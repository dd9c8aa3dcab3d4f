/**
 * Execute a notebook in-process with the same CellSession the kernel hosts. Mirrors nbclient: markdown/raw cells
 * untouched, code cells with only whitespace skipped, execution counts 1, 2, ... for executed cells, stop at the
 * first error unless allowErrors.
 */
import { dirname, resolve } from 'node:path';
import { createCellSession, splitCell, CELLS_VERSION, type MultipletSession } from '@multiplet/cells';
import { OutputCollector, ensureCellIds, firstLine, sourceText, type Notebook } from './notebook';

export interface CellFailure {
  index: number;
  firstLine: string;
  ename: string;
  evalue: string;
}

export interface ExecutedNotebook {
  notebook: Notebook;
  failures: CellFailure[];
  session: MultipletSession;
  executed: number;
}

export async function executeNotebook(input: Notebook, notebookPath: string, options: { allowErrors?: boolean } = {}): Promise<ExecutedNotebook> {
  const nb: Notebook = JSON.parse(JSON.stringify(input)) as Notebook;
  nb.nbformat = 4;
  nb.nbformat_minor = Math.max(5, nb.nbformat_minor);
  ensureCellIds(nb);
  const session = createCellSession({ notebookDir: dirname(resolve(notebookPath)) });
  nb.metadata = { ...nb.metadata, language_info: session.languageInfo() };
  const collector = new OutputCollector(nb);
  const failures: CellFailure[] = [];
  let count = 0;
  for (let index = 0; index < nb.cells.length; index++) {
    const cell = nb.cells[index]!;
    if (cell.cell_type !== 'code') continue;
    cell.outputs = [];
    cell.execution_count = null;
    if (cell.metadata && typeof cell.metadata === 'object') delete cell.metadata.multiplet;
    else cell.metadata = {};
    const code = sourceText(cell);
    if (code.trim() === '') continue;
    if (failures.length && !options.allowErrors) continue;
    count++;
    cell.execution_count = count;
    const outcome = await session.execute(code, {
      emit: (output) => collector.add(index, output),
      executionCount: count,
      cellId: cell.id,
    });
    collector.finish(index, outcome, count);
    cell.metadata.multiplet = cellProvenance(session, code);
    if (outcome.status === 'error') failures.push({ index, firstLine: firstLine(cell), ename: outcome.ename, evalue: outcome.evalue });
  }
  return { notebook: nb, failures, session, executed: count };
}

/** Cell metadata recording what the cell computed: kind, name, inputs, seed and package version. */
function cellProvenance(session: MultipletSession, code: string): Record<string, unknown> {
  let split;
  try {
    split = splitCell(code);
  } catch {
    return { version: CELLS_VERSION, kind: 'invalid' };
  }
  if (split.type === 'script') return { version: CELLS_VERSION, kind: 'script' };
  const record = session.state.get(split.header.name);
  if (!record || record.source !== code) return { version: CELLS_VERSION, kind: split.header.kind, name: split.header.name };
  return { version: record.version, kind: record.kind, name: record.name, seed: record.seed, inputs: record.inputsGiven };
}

● ● ● ● ●

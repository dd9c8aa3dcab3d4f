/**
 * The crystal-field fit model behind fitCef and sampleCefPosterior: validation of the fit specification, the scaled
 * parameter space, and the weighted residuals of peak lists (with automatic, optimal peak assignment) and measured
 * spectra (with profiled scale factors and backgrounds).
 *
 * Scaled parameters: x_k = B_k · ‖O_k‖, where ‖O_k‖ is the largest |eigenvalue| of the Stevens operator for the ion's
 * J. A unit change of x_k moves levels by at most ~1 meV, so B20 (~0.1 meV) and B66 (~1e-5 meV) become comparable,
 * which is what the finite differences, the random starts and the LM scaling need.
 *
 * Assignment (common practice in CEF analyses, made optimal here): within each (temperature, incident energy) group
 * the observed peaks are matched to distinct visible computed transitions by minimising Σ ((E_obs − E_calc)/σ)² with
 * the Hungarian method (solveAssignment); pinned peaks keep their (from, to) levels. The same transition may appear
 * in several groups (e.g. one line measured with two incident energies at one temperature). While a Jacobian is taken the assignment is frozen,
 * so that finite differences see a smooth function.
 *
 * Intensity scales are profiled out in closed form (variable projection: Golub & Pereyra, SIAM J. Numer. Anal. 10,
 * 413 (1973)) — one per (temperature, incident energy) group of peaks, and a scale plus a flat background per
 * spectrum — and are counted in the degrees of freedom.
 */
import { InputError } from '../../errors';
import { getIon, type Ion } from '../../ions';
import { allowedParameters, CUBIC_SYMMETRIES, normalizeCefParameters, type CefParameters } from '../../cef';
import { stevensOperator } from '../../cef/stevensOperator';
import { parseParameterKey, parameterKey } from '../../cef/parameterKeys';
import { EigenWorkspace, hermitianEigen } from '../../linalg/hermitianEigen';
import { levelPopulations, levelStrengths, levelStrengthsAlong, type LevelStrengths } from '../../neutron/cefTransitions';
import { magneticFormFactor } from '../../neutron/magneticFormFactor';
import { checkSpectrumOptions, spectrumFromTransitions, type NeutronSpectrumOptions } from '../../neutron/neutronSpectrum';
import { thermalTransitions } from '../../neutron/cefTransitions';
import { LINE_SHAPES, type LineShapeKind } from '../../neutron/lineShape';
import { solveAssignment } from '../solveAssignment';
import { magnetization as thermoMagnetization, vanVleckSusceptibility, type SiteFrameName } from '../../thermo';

● ● ● ● ●

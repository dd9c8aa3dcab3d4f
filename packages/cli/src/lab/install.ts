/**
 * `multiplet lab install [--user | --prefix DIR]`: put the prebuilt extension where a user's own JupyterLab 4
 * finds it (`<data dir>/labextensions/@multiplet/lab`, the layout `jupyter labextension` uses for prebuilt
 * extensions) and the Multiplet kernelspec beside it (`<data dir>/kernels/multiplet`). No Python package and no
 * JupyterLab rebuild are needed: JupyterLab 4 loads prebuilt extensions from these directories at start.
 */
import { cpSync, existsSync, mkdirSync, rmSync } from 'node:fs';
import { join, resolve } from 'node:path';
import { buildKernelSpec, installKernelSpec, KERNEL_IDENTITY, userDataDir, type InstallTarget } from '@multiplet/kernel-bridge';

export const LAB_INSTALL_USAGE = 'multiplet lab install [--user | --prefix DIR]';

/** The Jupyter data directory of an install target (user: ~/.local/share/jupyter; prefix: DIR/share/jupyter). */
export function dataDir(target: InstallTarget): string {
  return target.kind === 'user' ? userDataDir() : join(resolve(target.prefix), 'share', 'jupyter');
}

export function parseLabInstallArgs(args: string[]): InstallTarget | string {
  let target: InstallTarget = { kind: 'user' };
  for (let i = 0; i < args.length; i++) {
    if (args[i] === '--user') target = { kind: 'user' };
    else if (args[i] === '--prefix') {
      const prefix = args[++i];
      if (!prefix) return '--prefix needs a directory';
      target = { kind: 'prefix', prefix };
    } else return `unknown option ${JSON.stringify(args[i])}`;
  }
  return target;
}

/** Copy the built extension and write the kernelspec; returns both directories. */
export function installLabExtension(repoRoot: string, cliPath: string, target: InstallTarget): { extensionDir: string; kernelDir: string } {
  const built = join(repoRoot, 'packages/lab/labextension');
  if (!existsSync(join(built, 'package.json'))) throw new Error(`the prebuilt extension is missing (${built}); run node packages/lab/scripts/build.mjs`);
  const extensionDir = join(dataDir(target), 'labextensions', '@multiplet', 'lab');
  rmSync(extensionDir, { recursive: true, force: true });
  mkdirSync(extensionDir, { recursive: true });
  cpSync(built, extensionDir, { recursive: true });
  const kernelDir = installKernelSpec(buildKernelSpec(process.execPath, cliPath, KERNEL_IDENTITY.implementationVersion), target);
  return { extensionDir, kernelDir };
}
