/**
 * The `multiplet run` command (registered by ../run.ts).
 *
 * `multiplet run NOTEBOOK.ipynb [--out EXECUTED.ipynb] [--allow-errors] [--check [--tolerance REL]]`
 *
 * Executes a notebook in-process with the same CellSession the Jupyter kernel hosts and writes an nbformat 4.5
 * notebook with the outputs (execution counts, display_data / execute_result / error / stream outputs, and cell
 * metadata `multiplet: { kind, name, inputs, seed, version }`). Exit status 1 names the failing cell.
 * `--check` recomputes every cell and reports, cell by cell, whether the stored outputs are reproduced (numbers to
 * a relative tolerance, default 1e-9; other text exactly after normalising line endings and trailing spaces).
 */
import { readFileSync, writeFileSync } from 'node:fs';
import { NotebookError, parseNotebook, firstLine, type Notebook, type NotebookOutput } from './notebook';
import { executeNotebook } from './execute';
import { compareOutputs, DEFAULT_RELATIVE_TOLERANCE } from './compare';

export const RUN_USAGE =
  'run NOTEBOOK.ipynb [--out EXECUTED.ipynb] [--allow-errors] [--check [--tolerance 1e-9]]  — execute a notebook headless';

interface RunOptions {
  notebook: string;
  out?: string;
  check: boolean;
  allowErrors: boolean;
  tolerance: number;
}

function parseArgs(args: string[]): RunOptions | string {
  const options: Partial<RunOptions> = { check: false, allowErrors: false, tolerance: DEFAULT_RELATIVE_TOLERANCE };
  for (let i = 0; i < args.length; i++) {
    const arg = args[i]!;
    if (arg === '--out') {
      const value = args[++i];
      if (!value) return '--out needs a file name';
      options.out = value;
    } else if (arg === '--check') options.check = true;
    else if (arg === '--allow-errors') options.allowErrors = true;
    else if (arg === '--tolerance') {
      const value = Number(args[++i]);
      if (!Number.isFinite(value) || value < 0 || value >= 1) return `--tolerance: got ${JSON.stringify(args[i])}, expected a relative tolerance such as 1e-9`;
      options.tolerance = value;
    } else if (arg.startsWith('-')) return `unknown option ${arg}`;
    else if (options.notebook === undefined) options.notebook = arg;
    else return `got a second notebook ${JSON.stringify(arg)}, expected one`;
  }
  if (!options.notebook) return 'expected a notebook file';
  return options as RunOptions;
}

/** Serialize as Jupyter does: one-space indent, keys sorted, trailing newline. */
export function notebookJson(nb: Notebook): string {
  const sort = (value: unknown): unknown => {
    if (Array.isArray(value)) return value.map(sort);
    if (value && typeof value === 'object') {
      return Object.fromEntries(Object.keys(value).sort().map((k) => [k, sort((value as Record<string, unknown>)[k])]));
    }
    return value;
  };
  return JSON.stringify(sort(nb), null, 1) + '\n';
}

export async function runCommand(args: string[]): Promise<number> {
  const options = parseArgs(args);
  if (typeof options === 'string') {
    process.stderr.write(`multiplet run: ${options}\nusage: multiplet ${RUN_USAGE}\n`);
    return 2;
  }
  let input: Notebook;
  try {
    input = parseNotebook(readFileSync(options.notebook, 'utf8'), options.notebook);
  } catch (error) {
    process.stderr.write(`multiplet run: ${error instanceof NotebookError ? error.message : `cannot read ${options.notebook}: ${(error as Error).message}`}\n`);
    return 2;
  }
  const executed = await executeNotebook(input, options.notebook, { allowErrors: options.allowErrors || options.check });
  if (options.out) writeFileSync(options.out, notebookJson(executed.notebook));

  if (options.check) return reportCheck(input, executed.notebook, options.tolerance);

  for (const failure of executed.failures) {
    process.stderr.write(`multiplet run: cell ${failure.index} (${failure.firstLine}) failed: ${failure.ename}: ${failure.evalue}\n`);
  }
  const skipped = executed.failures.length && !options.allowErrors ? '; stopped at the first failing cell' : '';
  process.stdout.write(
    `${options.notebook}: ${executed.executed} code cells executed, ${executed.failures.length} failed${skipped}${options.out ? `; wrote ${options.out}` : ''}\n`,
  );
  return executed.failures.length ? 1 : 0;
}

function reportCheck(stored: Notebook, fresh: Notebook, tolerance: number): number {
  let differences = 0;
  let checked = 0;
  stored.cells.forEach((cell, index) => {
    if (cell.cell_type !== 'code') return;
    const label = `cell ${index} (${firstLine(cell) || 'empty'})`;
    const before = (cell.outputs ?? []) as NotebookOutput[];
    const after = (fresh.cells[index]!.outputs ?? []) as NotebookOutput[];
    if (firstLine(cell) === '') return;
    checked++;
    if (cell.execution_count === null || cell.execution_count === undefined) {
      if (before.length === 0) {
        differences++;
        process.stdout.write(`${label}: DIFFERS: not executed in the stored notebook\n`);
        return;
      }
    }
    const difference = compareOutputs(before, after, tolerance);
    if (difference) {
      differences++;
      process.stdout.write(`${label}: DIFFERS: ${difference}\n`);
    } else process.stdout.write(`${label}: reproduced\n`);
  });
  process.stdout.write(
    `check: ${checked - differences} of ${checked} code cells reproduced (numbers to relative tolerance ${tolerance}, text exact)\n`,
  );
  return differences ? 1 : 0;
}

● ● ● ● ●

#### [Work task]
Nothing but a number should be given: the count of lines above that hold "label".

#### [Answer to the exercise]
4